• Aim of the task
Copy, exactly and without additions, every line in the records below from the one holding "# is 120 rpm of the wheel, 1.257 m/s" through the one holding "braking_wheel_force(100.0, 30.0, 5.0, 0.0)", both ends included.
..............................
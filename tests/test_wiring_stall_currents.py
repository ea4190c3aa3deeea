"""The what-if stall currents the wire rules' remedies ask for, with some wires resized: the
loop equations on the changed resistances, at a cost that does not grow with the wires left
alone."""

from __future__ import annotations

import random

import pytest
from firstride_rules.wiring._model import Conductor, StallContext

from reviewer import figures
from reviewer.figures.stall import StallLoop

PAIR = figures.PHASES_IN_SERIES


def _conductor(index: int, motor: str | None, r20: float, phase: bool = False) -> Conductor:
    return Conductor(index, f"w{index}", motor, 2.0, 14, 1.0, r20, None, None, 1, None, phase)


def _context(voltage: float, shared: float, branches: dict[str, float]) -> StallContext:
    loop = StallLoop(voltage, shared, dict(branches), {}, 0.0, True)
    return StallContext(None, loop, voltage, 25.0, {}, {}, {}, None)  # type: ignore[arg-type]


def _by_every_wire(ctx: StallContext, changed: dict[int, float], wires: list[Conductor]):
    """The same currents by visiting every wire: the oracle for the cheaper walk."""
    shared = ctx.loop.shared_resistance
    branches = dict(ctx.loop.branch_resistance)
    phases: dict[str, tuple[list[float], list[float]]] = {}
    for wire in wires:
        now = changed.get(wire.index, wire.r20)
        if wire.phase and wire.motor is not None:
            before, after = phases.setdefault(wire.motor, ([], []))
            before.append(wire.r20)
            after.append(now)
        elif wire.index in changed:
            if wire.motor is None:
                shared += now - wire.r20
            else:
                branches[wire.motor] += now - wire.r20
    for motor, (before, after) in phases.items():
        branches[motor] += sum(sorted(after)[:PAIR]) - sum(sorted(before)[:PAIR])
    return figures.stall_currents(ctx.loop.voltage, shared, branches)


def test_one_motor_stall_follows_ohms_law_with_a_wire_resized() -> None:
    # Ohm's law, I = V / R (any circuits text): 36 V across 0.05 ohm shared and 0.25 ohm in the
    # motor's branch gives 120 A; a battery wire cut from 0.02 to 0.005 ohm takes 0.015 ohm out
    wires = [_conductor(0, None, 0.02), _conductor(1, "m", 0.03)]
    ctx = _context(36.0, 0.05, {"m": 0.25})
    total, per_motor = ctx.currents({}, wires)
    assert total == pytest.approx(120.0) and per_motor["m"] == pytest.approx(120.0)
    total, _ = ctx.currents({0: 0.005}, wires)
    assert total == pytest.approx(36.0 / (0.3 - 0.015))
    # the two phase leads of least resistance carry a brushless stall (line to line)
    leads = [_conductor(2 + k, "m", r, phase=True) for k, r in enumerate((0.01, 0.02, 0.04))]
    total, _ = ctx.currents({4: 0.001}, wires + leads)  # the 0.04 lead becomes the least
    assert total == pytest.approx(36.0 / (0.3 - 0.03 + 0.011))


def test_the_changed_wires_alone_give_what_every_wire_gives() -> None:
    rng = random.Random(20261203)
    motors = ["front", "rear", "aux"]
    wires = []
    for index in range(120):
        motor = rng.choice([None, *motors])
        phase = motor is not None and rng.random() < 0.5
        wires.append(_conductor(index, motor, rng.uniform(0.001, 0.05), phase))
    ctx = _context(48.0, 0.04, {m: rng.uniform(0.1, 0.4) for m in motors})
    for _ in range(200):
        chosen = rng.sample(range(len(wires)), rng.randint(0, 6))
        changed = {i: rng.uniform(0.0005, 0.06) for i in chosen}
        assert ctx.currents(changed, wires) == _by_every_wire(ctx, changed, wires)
..............................
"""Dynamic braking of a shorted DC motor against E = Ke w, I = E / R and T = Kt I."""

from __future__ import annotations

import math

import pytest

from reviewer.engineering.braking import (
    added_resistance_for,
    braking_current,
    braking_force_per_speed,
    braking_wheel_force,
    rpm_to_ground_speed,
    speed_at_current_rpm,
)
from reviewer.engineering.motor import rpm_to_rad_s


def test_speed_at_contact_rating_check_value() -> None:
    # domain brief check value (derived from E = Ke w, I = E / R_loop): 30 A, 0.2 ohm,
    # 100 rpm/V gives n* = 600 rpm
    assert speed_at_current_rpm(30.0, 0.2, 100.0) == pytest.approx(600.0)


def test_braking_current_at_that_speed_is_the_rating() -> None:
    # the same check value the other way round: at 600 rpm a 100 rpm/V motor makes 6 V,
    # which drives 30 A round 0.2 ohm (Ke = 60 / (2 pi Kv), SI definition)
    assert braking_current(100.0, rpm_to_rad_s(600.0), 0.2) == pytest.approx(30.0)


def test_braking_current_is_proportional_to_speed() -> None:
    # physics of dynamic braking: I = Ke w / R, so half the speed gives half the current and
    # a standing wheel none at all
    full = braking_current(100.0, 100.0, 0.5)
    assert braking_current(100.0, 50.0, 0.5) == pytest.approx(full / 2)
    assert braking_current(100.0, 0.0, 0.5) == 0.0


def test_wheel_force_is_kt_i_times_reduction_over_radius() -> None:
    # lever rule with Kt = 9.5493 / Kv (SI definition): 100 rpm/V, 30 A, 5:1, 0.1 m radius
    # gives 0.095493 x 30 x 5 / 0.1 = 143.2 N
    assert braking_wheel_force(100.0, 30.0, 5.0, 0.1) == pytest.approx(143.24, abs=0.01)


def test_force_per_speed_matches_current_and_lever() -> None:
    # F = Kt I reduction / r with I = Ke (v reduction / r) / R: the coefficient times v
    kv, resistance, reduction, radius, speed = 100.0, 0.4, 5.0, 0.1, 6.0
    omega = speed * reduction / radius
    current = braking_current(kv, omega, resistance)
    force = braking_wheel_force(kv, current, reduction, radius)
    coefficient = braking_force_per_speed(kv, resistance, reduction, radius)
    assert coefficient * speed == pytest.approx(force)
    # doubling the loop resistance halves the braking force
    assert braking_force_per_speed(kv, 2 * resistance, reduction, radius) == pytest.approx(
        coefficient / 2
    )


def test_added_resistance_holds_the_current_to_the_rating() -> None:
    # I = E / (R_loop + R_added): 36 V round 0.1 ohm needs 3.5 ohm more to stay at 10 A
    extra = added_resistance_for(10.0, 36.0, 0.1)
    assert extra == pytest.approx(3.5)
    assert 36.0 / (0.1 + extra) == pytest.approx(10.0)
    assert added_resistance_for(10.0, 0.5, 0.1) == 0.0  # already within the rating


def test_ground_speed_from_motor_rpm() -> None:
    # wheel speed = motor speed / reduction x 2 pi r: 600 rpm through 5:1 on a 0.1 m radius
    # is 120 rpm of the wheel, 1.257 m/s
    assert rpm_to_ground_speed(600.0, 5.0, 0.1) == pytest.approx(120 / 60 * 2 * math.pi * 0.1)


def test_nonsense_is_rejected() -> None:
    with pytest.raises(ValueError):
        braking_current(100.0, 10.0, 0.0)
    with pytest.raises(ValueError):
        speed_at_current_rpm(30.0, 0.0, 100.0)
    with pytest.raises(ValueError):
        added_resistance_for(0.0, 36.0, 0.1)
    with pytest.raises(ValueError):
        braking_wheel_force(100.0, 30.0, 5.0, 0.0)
..............................
• Written response
    # is 120 rpm of the wheel, 1.257 m/s
    assert rpm_to_ground_speed(600.0, 5.0, 0.1) == pytest.approx(120 / 60 * 2 * math.pi * 0.1)


def test_nonsense_is_rejected() -> None:
    with pytest.raises(ValueError):
        braking_current(100.0, 10.0, 0.0)
    with pytest.raises(ValueError):
        speed_at_current_rpm(30.0, 0.0, 100.0)
    with pytest.raises(ValueError):
        added_resistance_for(0.0, 36.0, 0.1)
    with pytest.raises(ValueError):
        braking_wheel_force(100.0, 30.0, 5.0, 0.0)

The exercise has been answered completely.